“It is a delicate & difficult art fitting rhythm to an idea…communicating momentary phases in a poet’s mind.”
T. E. Hulme (1883 – 1917)
Trenches: St Eloi
by T. E. Hulme
(Abbreviated from the Conversation of Mr TEH)
Over the flat slopes of St Eloi
A wide wall of sand bags.
Night,
In the silence desultory men
Pottering over small fires, cleaning their mess- tins:
To and fro, from the lines,
Men walk as on Piccadilly,
Making paths in the dark,
Through scattered dead horses,
Over a dead Belgian’s belly.
The Germans have rockets. The English have no rockets.
Behind the line, cannon, hidden, lying back miles.
Beyond the line, chaos:
My mind is a corridor. The minds about me are corridors.
Nothing suggests itself. There is nothing to do but keep on.
Every 200,000 years or so the Earth’s polarity switches and the magnetic poles rotate, with the compass needle swinging from north to south, and then in another 200,000 years, back again from south to north. The current magnetic field of the Earth is weakening. Although this change doesn’t happen on a human time scale, there are many scientists who feel that another polarity reversal is “imminent” in the next 10,000 years. The magnetic pole wanders around at the top of the world about 50 miles a day as the Earth spins, in search of a good jumping off point.

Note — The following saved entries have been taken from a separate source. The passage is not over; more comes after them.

"""Reading the options of :func:`envlink.attach` that are not a vocabulary: the baseline years.

The three vocabularies (statistics, windows, spatial rules) are registries owned by
their modules: :data:`envlink.extract.statistics.STATISTICS`,
:data:`envlink.extract.windows.WINDOWS` and :data:`envlink.extract.rules.SPATIAL_RULES`.
Bad values raise :class:`envlink.errors.InputError` with the project's parameter
message.
"""

from __future__ import annotations

import re

from envlink.errors import param_error

__all__ = ["parse_baseline"]

CALLER = "attach"


def parse_baseline(baseline: str | tuple[int, int] | None) -> tuple[int, int] | None:
    """Parse ``'YYYY-YYYY'`` (inclusive years) or a pair of years; None stays None.

    Examples
    --------
    >>> parse_baseline("1985-2012")
    (1985, 2012)
    """
    if baseline is None:
        return None
    if isinstance(baseline, tuple | list) and len(baseline) == 2:
        y0, y1 = int(baseline[0]), int(baseline[1])
    else:
        m = re.fullmatch(r"\s*(\d{4})\s*[-/]\s*(\d{4})\s*", str(baseline))
        if not m:
            raise param_error("baseline", CALLER, "two years 'YYYY-YYYY' (inclusive)", baseline)
        y0, y1 = int(m.group(1)), int(m.group(2))
    if y1 < y0:
        raise param_error("baseline", CALLER, "two years 'YYYY-YYYY' with the first not after the second", baseline)
    return y0, y1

In poetry, polarity shifts happen every generation. I can relate to the passion of the Imagists, who rebelled against the stuffy confines of romanticism and decided to rip-up the rules of poetry during the early 1900’s. Why do I relate to this period when rhymes were being left behind for something more abstract? It’s because part of my fascination with sonnets is it feels like I am rebelling against the current pervasiveness of free verse. I feel the pull of poetic polarity reversing and with it the liberty to not necessarily beat the “iambic pentameter bongos,” as Billy Collins would say, but to try and find a new language within the sonnet form. I find writing sonnets an act of rebellion with every rejection notice I receive, in the same way that I can imagine Hulme, T. S. Eliot, Pound and William Carlos Williams found it liberating to break free of it.
I have given a lot of thought about what it is I find attractive about the period of 1900 to 1950 in poetry. I think it’s because I can relate to the language, there are not many old English words in use during this time that make sonnets and poems of a slightly earlier period sometimes difficult to understand. I like the tension of discovery within literature during this period. The expanse of poetry being written at the start of the 20th century is a connection to parallel movements in philosophy, painting, physics and politics, the old romantic classical period of elitist imperialistic politics not yet waned and the new modernist approaches of creative thought and social justice evolving. This tension between old poetic forms and new fresh creative approaches infuses both with a fluidity of language that I find pleasing to my inner ear and a strength of character for the forcefulness required for change that is inspiring. The early 20th century is the final period before technology reshapes the world in every way. And yet, without technology, all of my endeavors into poetry would not have been as likely or even possible, as the world comes to me magically through my little Chromebook and me to it.
One of things I enjoy about sonnets, is almost every poet, even the modernists from 1900 to 1950, published at least one sonnet or a poem that is based on an evolution of the sonnet structure. Its fun to dig around and try and find the toss off, that may not represent the vast majority of a poet’s work, but was included none the less, just to show how high up on the poetic tree they could lift their leg and mark their territory. This is a period, where the magnetic pull of sonnets and classical rhymes still heavily influences creativity, the attraction of Dante and Shakespeare still strong, that even the most ardent modernist is compelled to roll up their sleeves and try their hand, just to prove their greatness against the best.